[Stored data entries]

....................

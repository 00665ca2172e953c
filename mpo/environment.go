package mpo

import (
	"fmt"
	"slices"

	"rundle/internal/dense"
	"rundle/internal/task"
	"rundle/mps/block"
)

// An environment is the contraction of all sites on one side of a bond with the MPO between bra and ket (Schollwoeck 2011,
// section 6). It is a rank-three tensor of total charge zero with q(bra) = q(ket) + q(MPO index) on both sides. Its axes are
//
//	left   (bra Out, MPO In, ket In)
//	right  (MPO In, ket In, bra Out)
//
// chosen so that each step of its growth is one GEMM a block pair.

// LeftEdge returns the environment left of the first site: one element, 1.
func LeftEdge[T dense.Scalar](o *Operator[T]) *block.Tensor[T] {
	unit := block.NewAxis(block.In, block.Sector{Dim: 1})
	s := block.NewStructure(o.Group, []block.Axis{unit.Reversed(), unit, unit}, block.Charge{})
	t := block.New[T](s)
	t.Block(0)[0] = dense.FromFloat[T](1)
	return t
}

// RightEdge returns the environment right of the last site: one element, 1, if the operator leads from the total charge
// ket to the total charge bra; otherwise the tensor has no blocks and every matrix element is zero.
func RightEdge[T dense.Scalar](o *Operator[T], bra, ket block.Charge) *block.Tensor[T] {
	one := func(f block.Flow, c block.Charge) block.Axis {
		return block.NewAxis(f, block.Sector{Charge: c, Dim: 1})
	}
	axes := []block.Axis{o.Bonds[len(o.Bonds)-1].Axis(block.In), one(block.In, ket), one(block.Out, bra)}
	t := block.New[T](block.NewStructure(o.Group, axes, block.Charge{}))
	if len(t.Blocks) > 0 {
		t.Block(0)[0] = dense.FromFloat[T](1)
	}
	return t
}

// GrowLeft returns the left environment one site to the right of env: env, the site tensors bra and ket (axes left In,
// site In, right Out) and the MPO of the site.
func GrowLeft[T dense.Scalar](o *Operator[T], site int, env, bra, ket *block.Tensor[T], ws *Workspace[T], pool *task.Pool) *block.Tensor[T] {
	g := NewPlanner(o).Left(site, env.Structure, bra.Structure, ket.Structure)
	out := block.New[T](g.Out)
	g.Run(out, env, bra, ket, ws, pool)
	return out
}

// GrowRight returns the right environment one site to the left of env.
func GrowRight[T dense.Scalar](o *Operator[T], site int, env, bra, ket *block.Tensor[T], ws *Workspace[T], pool *task.Pool) *block.Tensor[T] {
	g := NewPlanner(o).Right(site, env.Structure, bra.Structure, ket.Structure)
	out := block.New[T](g.Out)
	g.Run(out, env, bra, ket, ws, pool)
	return out
}

// mustMeet panics unless an environment fits the bonds that it stands on.
func mustMeet(side string, site int, env, want []block.Axis) {
	if !slices.EqualFunc(env, want, block.Axis.Equal) {
		panic(fmt.Sprintf("mpo: %s environment with the axes %v at site %d; the sites have %v", side, env, site, want))
	}
}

....................

- **What this task involves**: Please transcribe exactly the line containing "if len(t.Blocks) >" and every line after it to the end of the data, and no other lines.

- **Solution to this problem**:
	if len(t.Blocks) > 0 {
		t.Block(0)[0] = dense.FromFloat[T](1)
	}
	return t
}

// GrowLeft returns the left environment one site to the right of env: env, the site tensors bra and ket (axes left In,
// site In, right Out) and the MPO of the site.
func GrowLeft[T dense.Scalar](o *Operator[T], site int, env, bra, ket *block.Tensor[T], ws *Workspace[T], pool *task.Pool) *block.Tensor[T] {
	g := NewPlanner(o).Left(site, env.Structure, bra.Structure, ket.Structure)
	out := block.New[T](g.Out)
	g.Run(out, env, bra, ket, ws, pool)
	return out
}

// GrowRight returns the right environment one site to the left of env.
func GrowRight[T dense.Scalar](o *Operator[T], site int, env, bra, ket *block.Tensor[T], ws *Workspace[T], pool *task.Pool) *block.Tensor[T] {
	g := NewPlanner(o).Right(site, env.Structure, bra.Structure, ket.Structure)
	out := block.New[T](g.Out)
	g.Run(out, env, bra, ket, ws, pool)
	return out
}

// mustMeet panics unless an environment fits the bonds that it stands on.
func mustMeet(side string, site int, env, want []block.Axis) {
	if !slices.EqualFunc(env, want, block.Axis.Equal) {
		panic(fmt.Sprintf("mpo: %s environment with the axes %v at site %d; the sites have %v", side, env, site, want))
	}
}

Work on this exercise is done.